TRY IT
From the entries below, reproduce exactly the line containing "12-month mean (groupby", the line containing "Design.period holds them", and every line in between, with nothing added.

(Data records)

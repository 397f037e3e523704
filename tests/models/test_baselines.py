"""The baselines (pipeline/models/baselines.py), each against an independent computation.

References: pandas groupby for the mean and the last value per series, for the
calendar-month average (groupby series and month of the year) and for the trailing
12-month mean (groupby series, tail(12) of months in order); pandas shift(12)
within each series for the seasonal naive forecast; and, for drift, the
formula in Hyndman & Athanasopoulos, "Forecasting: Principles and Practice",
§5.2 (recalled from memory): ŷ(T+h) = y(T) + h · (y(T) − y(1)) / (T − 1).

The data are simulated (numpy.random.default_rng(11)): three series of 40
months each, a level per series, a trend and noise, with the rows shuffled so
that no baseline can rely on the rows being in time order.
"""

from __future__ import annotations

import json

import numpy as np
import pandas as pd
import pytest

from pipeline.core.design import Design
from pipeline.models.baselines import (
    CalendarMonthMean,
    Drift,
    LastValue,
    MeanBaseline,
    SeasonalNaive,
    TrailingMean,
)

START = pd.Period("2018-01", freq="M").ordinal   # months since 1970-01, as Design.period holds them
MONTHS, TRAIN = 40, 30


@pytest.fixture(scope="module")
def panel() -> pd.DataFrame:
    rng = np.random.default_rng(11)
    rows = [(s, START + t, level + 0.8 * t + rng.normal(0, 3))
            for s, level in (("A", 50.0), ("B", 120.0), ("C", 10.0)) for t in range(MONTHS)]
    frame = pd.DataFrame(rows, columns=["series", "period", "y"])
    return frame.sample(frac=1.0, random_state=5).reset_index(drop=True)


def design_of(frame: pd.DataFrame) -> Design:
    return Design(np.empty((len(frame), 0)), [], frame["series"].to_numpy(object),
                  frame["period"].to_numpy(np.int64))


def split(panel):
    train = panel[panel["period"] < START + TRAIN]
    test = panel[panel["period"] >= START + TRAIN]
    return train, test


def test_mean_per_series_equals_pandas_groupby_mean(panel):
    train, test = split(panel)
    model = MeanBaseline().fit(design_of(train), train["y"])
    expected = test["series"].map(train.groupby("series")["y"].mean())
    np.testing.assert_allclose(model.predict(design_of(test)), expected, rtol=1e-13)


def test_mean_of_a_series_not_in_training_is_the_overall_mean(panel):
    train, _ = split(panel)
    model = MeanBaseline().fit(design_of(train), train["y"])
    unseen = pd.DataFrame({"series": ["Z"], "period": [START + TRAIN]})
    np.testing.assert_allclose(model.predict(design_of(unseen)), [train["y"].mean()], rtol=1e-13)


def test_last_value_is_the_latest_month_of_each_series(panel):
    train, test = split(panel)
    model = LastValue().fit(design_of(train), train["y"])
    latest = train.sort_values("period").groupby("series")["y"].last()
    np.testing.assert_array_equal(model.predict(design_of(test)), test["series"].map(latest))
    # and that value is the one at the training window's last month
    assert latest["B"] == train.loc[(train["series"] == "B") & (train["period"] == START + TRAIN - 1), "y"].item()


def test_seasonal_naive_is_the_value_twelve_months_earlier(panel):
    train, test = split(panel)
    model = SeasonalNaive().fit(design_of(train), train["y"])
    # the test months are 1..10 months past the training window, so 12 months earlier is in it
    ordered = panel.sort_values(["series", "period"])
    earlier = ordered.groupby("series")["y"].shift(12)
    expected = earlier.loc[test.index]
    assert expected.notna().all()
    np.testing.assert_array_equal(model.predict(design_of(test)), expected.to_numpy())


def test_seasonal_naive_falls_back_to_the_series_mean_for_a_month_it_has_not_seen(panel):
    train = panel[(panel["period"] >= START) & (panel["period"] < START + 6)]   # January to June only
    model = SeasonalNaive().fit(design_of(train), train["y"])
    september = pd.DataFrame({"series": ["A"], "period": [START + 8]})
    mean_a = train.loc[train["series"] == "A", "y"].mean()
    np.testing.assert_allclose(model.predict(design_of(september)), [mean_a], rtol=1e-13)


def test_calendar_month_mean_equals_pandas_groupby_by_series_and_month(panel):
    """Reference: pandas groupby over (series, month of the year) of the training rows; the
    30 training months hold each month of the year two or three times."""
    train, test = split(panel)
    model = CalendarMonthMean().fit(design_of(train), train["y"])
    month = pd.PeriodIndex.from_ordinals(train["period"], freq="M").month
    means = train.groupby([train["series"], month])["y"].mean()
    test_month = pd.PeriodIndex.from_ordinals(test["period"], freq="M").month
    expected = means.reindex(pd.MultiIndex.from_arrays([test["series"], test_month])).to_numpy()
    assert not np.isnan(expected).any()
    np.testing.assert_allclose(model.predict(design_of(test)), expected, rtol=1e-13)


def test_calendar_month_mean_falls_back_to_the_series_mean_then_the_overall_mean(panel):
    """Reference: pandas means of the training rows (a series' own, then all of them)."""
    train = panel[(panel["period"] >= START) & (panel["period"] < START + 6)]   # January to June only
    model = CalendarMonthMean().fit(design_of(train), train["y"])
    rows = pd.DataFrame({"series": ["A", "Z"], "period": [START + 8, START + 1]})   # A in September; Z unseen
    expected = [train.loc[train["series"] == "A", "y"].mean(), train["y"].mean()]
    np.testing.assert_allclose(model.predict(design_of(rows)), expected, rtol=1e-13)


def ragged(panel) -> pd.DataFrame:
    """The training window with series C ending five months early and a series D of only five
    months, so the series' last months differ and one series is shorter than a year."""
    train, _ = split(panel)
    train = train[(train["series"] != "C") | (train["period"] < START + TRAIN - 5)]
    short = pd.DataFrame({"series": "D", "period": START + np.arange(TRAIN - 5, TRAIN),
                          "y": [3.0, 5.0, 4.0, 8.0, 6.0]})
    return pd.concat([train, short], ignore_index=True).sample(frac=1.0, random_state=2)


def test_trailing_mean_is_each_series_mean_over_its_own_last_twelve_months(panel):
    """Reference: pandas, each series' rows sorted by month and its last 12 rows (tail(12)),
    then groupby mean; every series' months are consecutive, so 12 rows are 12 months."""
    train = ragged(panel)
    model = TrailingMean().fit(design_of(train), train["y"])
    trailing = train.sort_values("period").groupby("series").tail(12)
    expected = trailing.groupby("series")["y"].mean()
    assert expected["D"] == pytest.approx(np.mean([3.0, 5.0, 4.0, 8.0, 6.0]))   # by hand: a short series
    rows = pd.DataFrame({"series": ["A", "B", "C", "D"], "period": START + TRAIN})
    np.testing.assert_allclose(model.predict(design_of(rows)), expected[rows["series"]].to_numpy(),
                               rtol=1e-13)


def test_trailing_mean_of_a_series_not_in_training_is_the_mean_of_all_trailing_months(panel):
    """Reference: pandas, the mean of every series' last 12 rows taken together."""
    train = ragged(panel)
    model = TrailingMean().fit(design_of(train), train["y"])
    trailing = train.sort_values("period").groupby("series").tail(12)
    unseen = pd.DataFrame({"series": ["Z"], "period": [START + TRAIN]})
    np.testing.assert_allclose(model.predict(design_of(unseen)), [trailing["y"].mean()], rtol=1e-13)


def test_drift_is_last_plus_slope_times_months_ahead(panel):
    train, test = split(panel)
    model = Drift().fit(design_of(train), train["y"])
    predicted = model.predict(design_of(test))
    for series in ("A", "B", "C"):
        y = train[train["series"] == series].sort_values("period")["y"].to_numpy()
        n = len(y)
        slope = (y[-1] - y[0]) / (n - 1)          # Hyndman & Athanasopoulos §5.2 (from memory)
        rows = (test["series"] == series).to_numpy()
        h = test.loc[rows, "period"].to_numpy() - (START + TRAIN - 1)
        np.testing.assert_allclose(predicted[rows], y[-1] + slope * h, rtol=1e-12)


def test_drift_of_a_single_month_series_is_flat():
    design = Design(np.empty((1, 0)), [], np.array(["A"], dtype=object), np.array([START]))
    model = Drift().fit(design, [7.0])
    ahead = Design(np.empty((2, 0)), [], np.array(["A", "A"], dtype=object), np.array([START + 1, START + 5]))
    np.testing.assert_array_equal(model.predict(ahead), [7.0, 7.0])


@pytest.mark.parametrize("cls", [MeanBaseline, CalendarMonthMean, TrailingMean, LastValue, SeasonalNaive, Drift])
def test_a_stored_baseline_predicts_the_same(cls, panel):
    train, test = split(panel)
    model = cls().fit(design_of(train), train["y"])
    again = cls.from_dict(json.loads(json.dumps(model.to_dict(), allow_nan=False)))
    np.testing.assert_array_equal(again.predict(design_of(test)), model.predict(design_of(test)))


@pytest.mark.parametrize("series", [["A", "B", "C"], ["B"]])
def test_trailing_mean_and_last_value_equal_pandas_groupby_to_the_bit(panel, series):
    """Reference: pandas' groupby over a DataFrame of the rows (castline's former way), to the
    bit: the last value per series in month order, and the mean of each series' rows within
    12 months of its own last one (one series: rows in group order, which pandas may sum
    another way)."""
    train = panel[panel["series"].isin(series)].copy()
    train["y"] = train["y"] * 1e7 + 1 / 3   # large values: the order of summation shows
    frame = pd.DataFrame({"series": train["series"].to_numpy(object), "y": train["y"].to_numpy(float),
                          "period": train["period"].to_numpy(np.int64)})
    last = frame.groupby("series")["period"].transform("max")
    recent = frame[frame["period"] > last - 12]
    trailing = TrailingMean().fit(design_of(train), train["y"])
    assert trailing.values_ == recent.groupby("series")["y"].mean().to_dict()
    assert list(trailing.values_) == sorted(series)
    assert trailing.fallback_ == float(recent["y"].mean())
    ordered = frame.sort_values("period", kind="stable")
    latest = LastValue().fit(design_of(train), train["y"])
    assert latest.values_ == ordered.groupby("series")["y"].last().to_dict()
    assert latest.fallback_ == float(ordered["y"].iloc[-1])
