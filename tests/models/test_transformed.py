"""A linear model on a transformed target, turned back with Duan's smearing
(pipeline/models/transformed.py).

The reference is computed here with statsmodels.api.OLS on log(y) (or log(1 + y))
and numpy: the smearing factor S = mean(exp(residuals)) of that fit, and the
prediction of the mean exp(x·β̂)·S (Duan 1983, "Smearing estimate: a
nonparametric retransformation method", JASA 78(383)). The data are simulated
(numpy.random.default_rng(31)): log y = 1 + 0.4·x1 − 0.2·x2 + e with skewed
(centred exponential) errors, so the factor differs from the lognormal one.
"""

from __future__ import annotations

import numpy as np
import pytest
import statsmodels.api as sm

from pipeline.core.design import Design
from pipeline.features.target import TargetTransform
from pipeline.models import make_model
from pipeline.models.ols import OLSModel
from pipeline.models.penalised import PenalisedModel
from pipeline.models.transformed import TransformedTargetModel


def simulate(n: int = 80, seed: int = 31, shift: float = 0.0):
    rng = np.random.default_rng(seed)
    x = np.column_stack([rng.normal(0, 1, n), rng.uniform(0, 5, n)])
    errors = rng.exponential(0.5, n) - 0.5
    y = np.exp(1 + 0.4 * x[:, 0] - 0.2 * x[:, 1] + errors) - shift
    design = Design(x, ["x1", "x2"], np.array(["all"] * n, dtype=object), np.arange(600, 600 + n))
    return design, y


def statsmodels_reference(x_fit, z_fit, x_new):
    fit = sm.OLS(z_fit, sm.add_constant(x_fit)).fit()
    smearing = float(np.mean(np.exp(fit.resid)))
    return np.exp(sm.add_constant(x_new, has_constant="add") @ fit.params), smearing


def test_log_predictions_are_exp_of_the_fit_times_the_smearing_factor():
    design, y = simulate()
    fit, new = design.rows(slice(0, 60)), design.rows(slice(60, 80))
    model = TransformedTargetModel(OLSModel(), TargetTransform("y", "log")).fit(fit, y[:60])
    exp_fit, smearing = statsmodels_reference(fit.matrix, np.log(y[:60]), new.matrix)
    assert model.smearing_ == pytest.approx(smearing, rel=1e-10)
    np.testing.assert_allclose(model.predict(new), exp_fit * smearing, rtol=1e-10)
    # skewed errors: the factor is above 1 (Jensen), so the mean is above the back-transformed median
    assert smearing > 1


def test_log1p_predictions_subtract_one_after_smearing():
    design, y = simulate(shift=1.0)   # y = exp(…) − 1 > −1: log(1 + y) is linear in x
    fit, new = design.rows(slice(0, 60)), design.rows(slice(60, 80))
    model = TransformedTargetModel(OLSModel(), TargetTransform("y", "log1p")).fit(fit, y[:60])
    exp_fit, smearing = statsmodels_reference(fit.matrix, np.log1p(y[:60]), new.matrix)
    assert model.smearing_ == pytest.approx(smearing, rel=1e-10)
    np.testing.assert_allclose(model.predict(new), exp_fit * smearing - 1.0, rtol=1e-10, atol=1e-12)


def test_the_smeared_mean_is_unbiased_in_the_training_window():
    # For OLS with an intercept, mean(exp(x·β̂)·S) is not exactly mean(y), but the smeared
    # prediction is far closer to it than the unsmeared exp(x·β̂), whose mean falls short.
    design, y = simulate(n=400, seed=4)
    model = TransformedTargetModel(OLSModel(), TargetTransform("y", "log")).fit(design, y)
    smeared = model.predict(design).mean()
    unsmeared = (model.predict(design) / model.smearing_).mean()
    assert abs(smeared - y.mean()) < abs(unsmeared - y.mean())


def test_no_standard_error_on_the_targets_scale_and_the_note_says_why():
    design, y = simulate()
    model = TransformedTargetModel(OLSModel(), TargetTransform("y", "log")).fit(design, y)
    assert model.prediction_se(design) is None and model.residual_df(design) is None
    note = model.describe()
    assert "log(y)" in note and f"{model.smearing_:.4f}" in note
    assert "no analytic interval" in note


def test_make_model_wraps_linear_models_and_leaves_baselines_alone():
    target = TargetTransform("y", "log")
    assert isinstance(make_model("ridge", target=target), TransformedTargetModel)
    assert isinstance(make_model("ridge", target=target).model, PenalisedModel)
    assert not isinstance(make_model("mean_baseline", target=target), TransformedTargetModel)
    assert not isinstance(make_model("ols", target=TargetTransform("y", "none")), TransformedTargetModel)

RESULT BELOW
12-month mean (groupby series, tail(12) of months in order); pandas shift(12)
within each series for the seasonal naive forecast; and, for drift, the
formula in Hyndman & Athanasopoulos, "Forecasting: Principles and Practice",
§5.2 (recalled from memory): ŷ(T+h) = y(T) + h · (y(T) − y(1)) / (T − 1).

The data are simulated (numpy.random.default_rng(11)): three series of 40
months each, a level per series, a trend and noise, with the rows shuffled so
that no baseline can rely on the rows being in time order.
"""

from __future__ import annotations

import json

import numpy as np
import pandas as pd
import pytest

from pipeline.core.design import Design
from pipeline.models.baselines import (
    CalendarMonthMean,
    Drift,
    LastValue,
    MeanBaseline,
    SeasonalNaive,
    TrailingMean,
)

START = pd.Period("2018-01", freq="M").ordinal   # months since 1970-01, as Design.period holds them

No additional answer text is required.